[Start of Attachment]

"""Tolerances: in the design file, in the budget, and against samples on full solutions."""

import json
from dataclasses import replace
from pathlib import Path

import numpy as np
import pytest

import femag as fm
from femag import cli
from femag.design import design_hash
from femag.design_file import design_from_toml
from femag.field.adapt import adapted_solution
from femag.field.design_problem import field_problem
from femag.tolerance_budget import ToleranceBudget, tolerance_budget

PARTS = fm.PartTolerances(
    gap=0.01e-3, post_diameter=0.2e-3, window_diameter=0.4e-3, window_height=0.2e-3,
    permeability=0.25, coil_radial=0.2e-3, coil_axial=0.3e-3,
)  # fmt: skip
SATURATING = fm.FroehlichCurve(2000, 0.45, 2)


def budget_of(design: fm.Design, tolerances: fm.PartTolerances | None = None) -> ToleranceBudget:
    solution, _ = adapted_solution(field_problem(design), design.current, design.tolerance)
    return tolerance_budget(design, solution, tolerances)


def test_the_budget_sums_what_each_part_does(pot_26_16: fm.Design) -> None:
    budget = budget_of(pot_26_16, PARTS)
    slopes = {s.parameter.name: s.inductance for s in fm.sensitivities(pot_26_16)}
    changes = {entry.name: entry.change for entry in budget.contributions}
    assert changes == pytest.approx(
        {name: slopes[name] * half for name, half in vars(PARTS).items() if half}
    )
    sizes = np.abs(list(changes.values()))
    assert list(sizes) == sorted(sizes, reverse=True)
    assert budget.worst_case == pytest.approx(sizes.sum())
    assert budget.root_sum_square == pytest.approx(np.sqrt(np.sum(sizes**2)))
    assert not budget.is_customary


def test_a_design_without_tolerances_gets_customary_ones(pot_26_16: fm.Design) -> None:
    budget = budget_of(pot_26_16)
    assert budget.is_customary
    assert {entry.name: entry.half_range for entry in budget.contributions} == {
        "gap": 0.01e-3, "permeability": 0.25,
    }  # fmt: skip
    assert budget_of(replace(pot_26_16, gaps=())).contributions[0].name == "permeability"


def test_tolerances_are_read_written_and_move_no_result(pot_26_16: fm.Design) -> None:
    design = replace(pot_26_16, part_tolerances=PARTS)
    text = fm.design_toml(design)
    assert 'post_diameter = "0.2 mm"' in text.partition("[tolerance]")[2]
    assert design_from_toml(text) == design
    assert design_hash(design) == design_hash(pot_26_16)


@pytest.mark.parametrize(
    ("line", "message"),
    [
        ("gap = 0.01", "tolerance.gap = 0.01: the unit is missing"),
        ('gap = "-0.01 mm"', "tolerance.gap = '-0.01 mm': out of range; accepted: a length"),
        ('permeability = "25 %"', "tolerance.permeability"),
        ("permeability = 25", "tolerance.permeability = 25: out of range; accepted: a share from"),
        ('post = "0.1 mm"', "tolerance.post"),
        ("saturation = 0.05", "tolerance.saturation = 0.05: this design has nothing that it is"),
        ("", "tolerance: no tolerance is above 0"),
    ],
)
def test_unusable_tolerances_get_one_line(
    tmp_path: Path,
    pot_26_16: fm.Design,
    capsys: pytest.CaptureFixture[str],
    line: str,
    message: str,
) -> None:
    file = tmp_path / "design.toml"
    file.write_text(f"{fm.design_toml(replace(pot_26_16, tolerance=1e-2))}\n[tolerance]\n{line}\n")
    assert cli.main(["solve", str(file)]) == 2
    error = capsys.readouterr().err
    assert message in error
    assert error.count("\n") == 1


def test_solve_prints_and_stores_a_budget_where_the_design_gives_tolerances(
    tmp_path: Path, pot_26_16: fm.Design, capsys: pytest.CaptureFixture[str]
) -> None:
    design = replace(pot_26_16, part_tolerances=PARTS, tolerance=5e-3)
    file, answer = tmp_path / "design.toml", tmp_path / "result.json"
    file.write_text(fm.design_toml(design))
    assert cli.main(["solve", str(file), "--json", str(answer)]) == 0
    printed = capsys.readouterr().out
    assert "root sum square" in printed
    assert all(len(line) <= 80 for line in printed.splitlines())
    stored = json.loads(answer.read_text())["tolerance_budget"]
    assert stored["worst_case"] > stored["root_sum_square"] > 0.0
    assert not stored["customary"]
    again = fm.read_result(answer)
    assert again.tolerance_budget == fm.solve(design).tolerance_budget
    assert fm.solve(pot_26_16, tolerance=1e-2).tolerance_budget is None


def test_a_gap_comes_with_a_budget_and_samples(
    tmp_path: Path, pot_26_16: fm.Design, capsys: pytest.CaptureFixture[str]
) -> None:
    file = tmp_path / "design.toml"
    file.write_text(fm.design_toml(replace(pot_26_16, tolerance=5e-3)))
    arguments = ["gap", str(file), "--inductance", "650 uH"]
    answer = tmp_path / "gap.json"
    assert cli.main([*arguments, "--sample", "3", "--json", str(answer)]) == 0
    printed = capsys.readouterr().out
    assert "3 samples, every part uniform within its half range" in printed
    assert "those of common practice stand in" in printed
    document = json.loads(answer.read_text())
    assert document["tolerance_budget"]["customary"]
    sampled = document["sampled"]
    assert sampled["samples"] == 3
    assert sampled["lowest"] <= sampled["mean"] <= sampled["highest"]
    assert cli.main([*arguments, "--sample", "1"]) == 2
    assert "--sample" in capsys.readouterr().err
    with pytest.raises(fm.InputError, match="samples = 1: out of range"):
        fm.sampled_spread(pot_26_16, 1)


def test_samples_are_the_same_for_the_same_seed(pot_26_16: fm.Design) -> None:
    design = replace(pot_26_16, tolerance=1e-2)
    one, two, other = (fm.sampled_spread(design, 2, seed, PARTS) for seed in (1, 1, 2))
    assert np.array_equal(one.inductances, two.inductances)
    assert not np.array_equal(one.changes, other.changes)
    halves = np.array([PARTS.half_range(name) for name in one.names])
    assert np.all(np.abs(one.changes) <= halves)
    assert one.linear == pytest.approx(one.inductances, rel=5e-3)


@pytest.mark.slow
@pytest.mark.parametrize(
    ("changes", "tolerances", "allowed"),
    [
        ({}, PARTS, 0.02),
        ({"material": SATURATING, "current": 4.0}, replace(PARTS, saturation=0.05), 0.03),
    ],
    ids=["linear", "saturating"],
)
def test_the_budget_is_the_spread_of_full_solutions(
    pot_26_16: fm.Design, changes: dict[str, object], tolerances: fm.PartTolerances, allowed: float
) -> None:
    """Standard deviation at the samples, their mean, and each sample within the worst case."""
    design = replace(pot_26_16, **changes)
    budget = budget_of(design, tolerances)
    spread = fm.sampled_spread(design, 100, 1, tolerances)
    assert spread.standard_deviation == pytest.approx(spread.linear_standard_deviation, rel=allowed)
    assert spread.mean == pytest.approx(float(np.mean(spread.linear)), rel=2e-3)
    assert np.sqrt(3) * spread.linear_standard_deviation == pytest.approx(
        budget.root_sum_square, rel=0.15
    )
    off = np.abs(spread.inductances - budget.inductance)
    assert off.max() <= 1.05 * budget.worst_case


@pytest.mark.slow
def test_the_straight_line_fails_where_a_tolerance_is_a_good_part_of_the_gap(
    pot_26_16: fm.Design,
) -> None:
    """L goes with about 1/gap: what a short gap adds is more than what a long one takes."""
    design = replace(pot_26_16, gaps=(fm.Gap(0.05e-3),))
    spread = fm.sampled_spread(design, 100, 1, fm.PartTolerances(gap=0.03e-3))
    assert spread.mean > 1.02 * float(np.mean(spread.linear))
    assert spread.standard_deviation > 1.1 * spread.linear_standard_deviation


def test_samples_without_a_gap_left_are_refused(pot_26_16: fm.Design) -> None:
    design = replace(pot_26_16, part_tolerances=fm.PartTolerances(gap=0.6e-3))
    with pytest.raises(
        fm.InputError, match=r"tolerance\.gap = '0.6 mm': .*less than the gap, 0.5 mm"
    ):
        fm.sampled_spread(design, 2)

[End of Attachment]

Every line above from the line with "str(file)]) == 2" to the line with "file.write_text(fm.design_toml(design))", both included, must be reproduced exactly, and no other line may appear.

EXERCISE SOLUTION >>
    assert cli.main(["solve", str(file)]) == 2
    error = capsys.readouterr().err
    assert message in error
    assert error.count("\n") == 1


def test_solve_prints_and_stores_a_budget_where_the_design_gives_tolerances(
    tmp_path: Path, pot_26_16: fm.Design, capsys: pytest.CaptureFixture[str]
) -> None:
    design = replace(pot_26_16, part_tolerances=PARTS, tolerance=5e-3)
    file, answer = tmp_path / "design.toml", tmp_path / "result.json"
    file.write_text(fm.design_toml(design))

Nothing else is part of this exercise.